======== Data records ========

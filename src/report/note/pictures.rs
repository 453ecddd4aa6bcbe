//! Pictures of a note: the pool with what draws from it, the release beside the ranked mixes, the season in its cases.

use chrono::NaiveDate;

use crate::mix::Drawn;
use crate::report::page::{Block, DaysPicture, Picture, RangesPicture, Shows};
use crate::report::pooled::pooled;
use crate::season::{Reached, SeasonDay};
use crate::target::DAM;
use crate::tasks::Context;
use crate::tasks::note::NoteAnswer;
use crate::tasks::rank::Shown;
use crate::tasks::season::{SeasonAnswer, SeasonRun};
use crate::units::{Dimension, say};

use super::ranked::{MIXES, is_chosen};
use super::words::{banded, named, warmth};

pub(super) fn pictures(context: &Context, answer: &NoteAnswer) -> Vec<Block> {
    [pool(context, answer), ranges(context, answer)].map(|one| Block::Picture(Box::new(one))).into()
}

/// The pool from bed to surface with its outlets, and the zones now and to be.
fn pool(context: &Context, answer: &NoteAnswer) -> Picture {
    let (site, column) = (context.site(), &context.profile.column);
    let length = context.system.unit(Dimension::Length);
    let (bed_m, surface_m) = (column.bed_m(), column.surface_m());
    let opening = |outlet: usize| {
        let gate =
            answer.mix.setting.gates.iter().find(|gate| gate.outlet == outlet && gate.flow_m3s > 0.0)?;
        Some(gate.opening)
    };
    let zones_of = |levels: &[Drawn], when: &str| -> Vec<(String, f64, f64)> {
        let of = |drawn: &Drawn| {
            let zone = drawn.zone?;
            let names: Vec<&str> = drawn
                .level
                .outlets
                .iter()
                .filter_map(|i| Some(site.outlets.get(*i)?.name.as_str()))
                .collect();
            let ends = [zone.lower.limit_m, zone.upper.limit_m].map(|z| length.from_si(z));
            Some((format!("{} {when}", names.join(" ")), ends[0], ends[1]))
        };
        levels.iter().filter_map(of).collect()
    };
    let now = answer.mix.now.as_ref().map(|(_, now)| &now.levels[..]);
    let mut zones = now.map_or_else(Vec::new, |levels| zones_of(levels, "now"));
    let wanted = &answer.mix.mix.levels;
    zones.extend(zones_of(wanted, if answer.stands { "now" } else { "then" }));
    let words = |levels: &[Drawn]| {
        let of = |drawn: &Drawn| {
            let (zone, draw) = (drawn.zone?, drawn.draw?);
            let names: Vec<&str> = drawn
                .level
                .outlets
                .iter()
                .filter_map(|i| Some(site.outlets.get(*i)?.name.as_str()))
                .collect();
            Some(format!(
                "{} from {} to {}: {}",
                names.join(" "),
                say::m(zone.lower.limit_m, 2),
                say::m(zone.upper.limit_m, 2),
                warmth(draw.temperature_c)
            ))
        };
        levels.iter().filter_map(of).collect::<Vec<_>>().join("; ")
    };
    let before = now.map_or_else(String::new, |levels| format!(" Now draw {}.", words(levels)));
    Picture {
        title: "The pool and what draws from it".to_owned(),
        words: format!(
            "Bed at {}, surface at {}; surface water {}, deepest water {}. As to be set draw {}.{before}",
            say::m(bed_m, 2),
            say::m(surface_m, 2),
            warmth(column.reading(surface_m).temperature_c),
            warmth(column.reading(bed_m).temperature_c),
            words(wanted)
        ),
        shows: Shows::Pool(pooled(context, opening, zones)),
    }
}

/// A release with its label and band, C.
type Told = (String, f64, Option<(f64, f64)>);

/// The release now, to be, and of the ranked mixes, against what the governing rule at the dam asks.
fn ranges(context: &Context, answer: &NoteAnswer) -> Picture {
    let site = context.site();
    let degree = context.system.unit(Dimension::Temperature);
    let at_dam = answer.mix.mix.targets.iter().filter_map(|standing| {
        let rule = site.targets.get(standing.target)?;
        (rule.point == DAM && rule.is_of_temperature() && rule.has_range()).then_some((standing.wish, rule))
    });
    let rule = at_dam.min_by_key(|(wish, rule)| (*wish, rule.priority)).map(|(_, rule)| rule);
    let mut told: Vec<Told> = Vec::new();
    if let Some((_, now)) = &answer.mix.now {
        told.push(("now".to_owned(), now.release.temperature_c, now.spread.band_c()));
    }
    let mix = &answer.mix.mix;
    let label = if answer.stands { "as set" } else { "to be set" };
    told.push((label.to_owned(), mix.release.temperature_c, mix.spread.band_c()));
    let words: Vec<String> =
        told.iter().map(|(label, c, band)| format!("{label} {}", banded(*c, *band))).collect();
    // the ranked ones stand in a table too; that of the note is drawn already
    let ranked = answer.ranked.mixes.iter().take(MIXES).enumerate();
    let others = ranked.filter(|(_, shown)| !is_chosen(site, answer, shown));
    told.extend(others.map(|(at, shown): (usize, &Shown)| {
        (format!("no. {}", at + 1), shown.temperature_c, shown.spread.band_c())
    }));
    let asked =
        rule.map_or_else(String::new, |rule| format!(" {} asks {}.", named(rule), super::words::asks(rule)));
    let shown = |c: f64| degree.from_si(c);
    Picture {
        title: "The release against its target, beside the first ranked mixes".to_owned(),
        words: format!("Release: {}.{asked}", words.join("; ")),
        shows: Shows::Ranges(RangesPicture {
            unit: degree.symbol().to_owned(),
            asked: rule.map_or((None, None, None), |rule| {
                (rule.low_c.map(shown), rule.preferred_c.map(shown), rule.high_c.map(shown))
            }),
            rows: told
                .into_iter()
                .map(|(label, c, band)| {
                    (label, Some(shown(c)), band.map(|(low, high)| (shown(low), shown(high))))
                })
                .collect(),
        }),
    }
}

/// The release of every case over the season, with what the rules at the dam ask.
pub(super) fn days(context: &Context, season: &SeasonAnswer) -> Option<Picture> {
    let degree = context.system.unit(Dimension::Temperature);
    let of = |day: &SeasonDay| Some((day.date, degree.from_si(day.release.as_ref()?.temperature_c)));
    let cases = season.cases();
    let line = |case: &&SeasonRun| (case.run.case.clone(), case.run.days.iter().filter_map(of).collect());
    let reached = &season.main.outcome.reached;
    let ends = |end: fn(&Reached) -> Option<f64>| -> Vec<(NaiveDate, f64)> {
        reached.iter().filter_map(|r| Some((r.date, degree.from_si(end(r)?)))).collect()
    };
    let last = season.main.run.days.last()?.date;
    let mut limits = spans("greatest asked", &ends(|r| r.range_c().1), last);
    limits.extend(spans("least asked", &ends(|r| r.range_c().0), last));
    let told = cases.iter().filter_map(|case| {
        let days =
            case.run.days.iter().filter_map(|day| Some((day.release.as_ref()?.temperature_c, day.date)));
        let (warmest, on) = days.max_by(|a, b| a.0.total_cmp(&b.0))?;
        Some(format!("{}: warmest release {} on {on}", case.run.case, warmth(warmest)))
    });
    Some(Picture {
        title: "The release through the season in its cases".to_owned(),
        words: format!("{}.", told.collect::<Vec<_>>().join("; ")),
        shows: Shows::Days(DaysPicture {
            axis: format!("release, {}", degree.symbol()),
            bands: Vec::new(),
            lines: cases.iter().map(line).collect(),
            limits,
            marks: vec![(season.decides, "change".to_owned())],
        }),
    })
}

/// Values that stay the same from one day of decision to the next, as spans.
fn spans(
    name: &str,
    values: &[(NaiveDate, f64)],
    last: NaiveDate,
) -> Vec<(String, NaiveDate, NaiveDate, f64)> {
    let mut out: Vec<(String, NaiveDate, NaiveDate, f64)> = Vec::new();
    for (at, (from, value)) in values.iter().enumerate() {
        let to = values.get(at + 1).map_or(last, |next| next.0);
        match out.last_mut() {
            Some(span) if span.3.total_cmp(value).is_eq() => span.2 = to,
            _ => out.push((name.to_owned(), *from, to, *value)),
        }
    }
    out
}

========

Instructions to follow: Your job is to give the data above again exactly, in full.

Response to this exercise:
filename src/report/note/pictures.rs
repository 453ecddd4aa6bcbe
//! Pictures of a note: the pool with what draws from it, the release beside the ranked mixes, the season in its cases.

use chrono::NaiveDate;

use crate::mix::Drawn;
use crate::report::page::{Block, DaysPicture, Picture, RangesPicture, Shows};
use crate::report::pooled::pooled;
use crate::season::{Reached, SeasonDay};
use crate::target::DAM;
use crate::tasks::Context;
use crate::tasks::note::NoteAnswer;
use crate::tasks::rank::Shown;
use crate::tasks::season::{SeasonAnswer, SeasonRun};
use crate::units::{Dimension, say};

use super::ranked::{MIXES, is_chosen};
use super::words::{banded, named, warmth};

pub(super) fn pictures(context: &Context, answer: &NoteAnswer) -> Vec<Block> {
    [pool(context, answer), ranges(context, answer)].map(|one| Block::Picture(Box::new(one))).into()
}

/// The pool from bed to surface with its outlets, and the zones now and to be.
fn pool(context: &Context, answer: &NoteAnswer) -> Picture {
    let (site, column) = (context.site(), &context.profile.column);
    let length = context.system.unit(Dimension::Length);
    let (bed_m, surface_m) = (column.bed_m(), column.surface_m());
    let opening = |outlet: usize| {
        let gate =
            answer.mix.setting.gates.iter().find(|gate| gate.outlet == outlet && gate.flow_m3s > 0.0)?;
        Some(gate.opening)
    };
    let zones_of = |levels: &[Drawn], when: &str| -> Vec<(String, f64, f64)> {
        let of = |drawn: &Drawn| {
            let zone = drawn.zone?;
            let names: Vec<&str> = drawn
                .level
                .outlets
                .iter()
                .filter_map(|i| Some(site.outlets.get(*i)?.name.as_str()))
                .collect();
            let ends = [zone.lower.limit_m, zone.upper.limit_m].map(|z| length.from_si(z));
            Some((format!("{} {when}", names.join(" ")), ends[0], ends[1]))
        };
        levels.iter().filter_map(of).collect()
    };
    let now = answer.mix.now.as_ref().map(|(_, now)| &now.levels[..]);
    let mut zones = now.map_or_else(Vec::new, |levels| zones_of(levels, "now"));
    let wanted = &answer.mix.mix.levels;
    zones.extend(zones_of(wanted, if answer.stands { "now" } else { "then" }));
    let words = |levels: &[Drawn]| {
        let of = |drawn: &Drawn| {
            let (zone, draw) = (drawn.zone?, drawn.draw?);
            let names: Vec<&str> = drawn
                .level
                .outlets
                .iter()
                .filter_map(|i| Some(site.outlets.get(*i)?.name.as_str()))
                .collect();
            Some(format!(
                "{} from {} to {}: {}",
                names.join(" "),
                say::m(zone.lower.limit_m, 2),
                say::m(zone.upper.limit_m, 2),
                warmth(draw.temperature_c)
            ))
        };
        levels.iter().filter_map(of).collect::<Vec<_>>().join("; ")
    };
    let before = now.map_or_else(String::new, |levels| format!(" Now draw {}.", words(levels)));
    Picture {
        title: "The pool and what draws from it".to_owned(),
        words: format!(
            "Bed at {}, surface at {}; surface water {}, deepest water {}. As to be set draw {}.{before}",
            say::m(bed_m, 2),
            say::m(surface_m, 2),
            warmth(column.reading(surface_m).temperature_c),
            warmth(column.reading(bed_m).temperature_c),
            words(wanted)
        ),
        shows: Shows::Pool(pooled(context, opening, zones)),
    }
}

/// A release with its label and band, C.
type Told = (String, f64, Option<(f64, f64)>);

/// The release now, to be, and of the ranked mixes, against what the governing rule at the dam asks.
fn ranges(context: &Context, answer: &NoteAnswer) -> Picture {
    let site = context.site();
    let degree = context.system.unit(Dimension::Temperature);
    let at_dam = answer.mix.mix.targets.iter().filter_map(|standing| {
        let rule = site.targets.get(standing.target)?;
        (rule.point == DAM && rule.is_of_temperature() && rule.has_range()).then_some((standing.wish, rule))
    });
    let rule = at_dam.min_by_key(|(wish, rule)| (*wish, rule.priority)).map(|(_, rule)| rule);
    let mut told: Vec<Told> = Vec::new();
    if let Some((_, now)) = &answer.mix.now {
        told.push(("now".to_owned(), now.release.temperature_c, now.spread.band_c()));
    }
    let mix = &answer.mix.mix;
    let label = if answer.stands { "as set" } else { "to be set" };
    told.push((label.to_owned(), mix.release.temperature_c, mix.spread.band_c()));
    let words: Vec<String> =
        told.iter().map(|(label, c, band)| format!("{label} {}", banded(*c, *band))).collect();
    // the ranked ones stand in a table too; that of the note is drawn already
    let ranked = answer.ranked.mixes.iter().take(MIXES).enumerate();
    let others = ranked.filter(|(_, shown)| !is_chosen(site, answer, shown));
    told.extend(others.map(|(at, shown): (usize, &Shown)| {
        (format!("no. {}", at + 1), shown.temperature_c, shown.spread.band_c())
    }));
    let asked =
        rule.map_or_else(String::new, |rule| format!(" {} asks {}.", named(rule), super::words::asks(rule)));
    let shown = |c: f64| degree.from_si(c);
    Picture {
        title: "The release against its target, beside the first ranked mixes".to_owned(),
        words: format!("Release: {}.{asked}", words.join("; ")),
        shows: Shows::Ranges(RangesPicture {
            unit: degree.symbol().to_owned(),
            asked: rule.map_or((None, None, None), |rule| {
                (rule.low_c.map(shown), rule.preferred_c.map(shown), rule.high_c.map(shown))
            }),
            rows: told
                .into_iter()
                .map(|(label, c, band)| {
                    (label, Some(shown(c)), band.map(|(low, high)| (shown(low), shown(high))))
                })
                .collect(),
        }),
    }
}

/// The release of every case over the season, with what the rules at the dam ask.
pub(super) fn days(context: &Context, season: &SeasonAnswer) -> Option<Picture> {
    let degree = context.system.unit(Dimension::Temperature);
    let of = |day: &SeasonDay| Some((day.date, degree.from_si(day.release.as_ref()?.temperature_c)));
    let cases = season.cases();
    let line = |case: &&SeasonRun| (case.run.case.clone(), case.run.days.iter().filter_map(of).collect());
    let reached = &season.main.outcome.reached;
    let ends = |end: fn(&Reached) -> Option<f64>| -> Vec<(NaiveDate, f64)> {
        reached.iter().filter_map(|r| Some((r.date, degree.from_si(end(r)?)))).collect()
    };
    let last = season.main.run.days.last()?.date;
    let mut limits = spans("greatest asked", &ends(|r| r.range_c().1), last);
    limits.extend(spans("least asked", &ends(|r| r.range_c().0), last));
    let told = cases.iter().filter_map(|case| {
        let days =
            case.run.days.iter().filter_map(|day| Some((day.release.as_ref()?.temperature_c, day.date)));
        let (warmest, on) = days.max_by(|a, b| a.0.total_cmp(&b.0))?;
        Some(format!("{}: warmest release {} on {on}", case.run.case, warmth(warmest)))
    });
    Some(Picture {
        title: "The release through the season in its cases".to_owned(),
        words: format!("{}.", told.collect::<Vec<_>>().join("; ")),
        shows: Shows::Days(DaysPicture {
            axis: format!("release, {}", degree.symbol()),
            bands: Vec::new(),
            lines: cases.iter().map(line).collect(),
            limits,
            marks: vec![(season.decides, "change".to_owned())],
        }),
    })
}

/// Values that stay the same from one day of decision to the next, as spans.
fn spans(
    name: &str,
    values: &[(NaiveDate, f64)],
    last: NaiveDate,
) -> Vec<(String, NaiveDate, NaiveDate, f64)> {
    let mut out: Vec<(String, NaiveDate, NaiveDate, f64)> = Vec::new();
    for (at, (from, value)) in values.iter().enumerate() {
        let to = values.get(at + 1).map_or(last, |next| next.0);
        match out.last_mut() {
            Some(span) if span.3.total_cmp(value).is_eq() => span.2 = to,
            _ => out.push((name.to_owned(), *from, to, *value)),
        }
    }
    out
}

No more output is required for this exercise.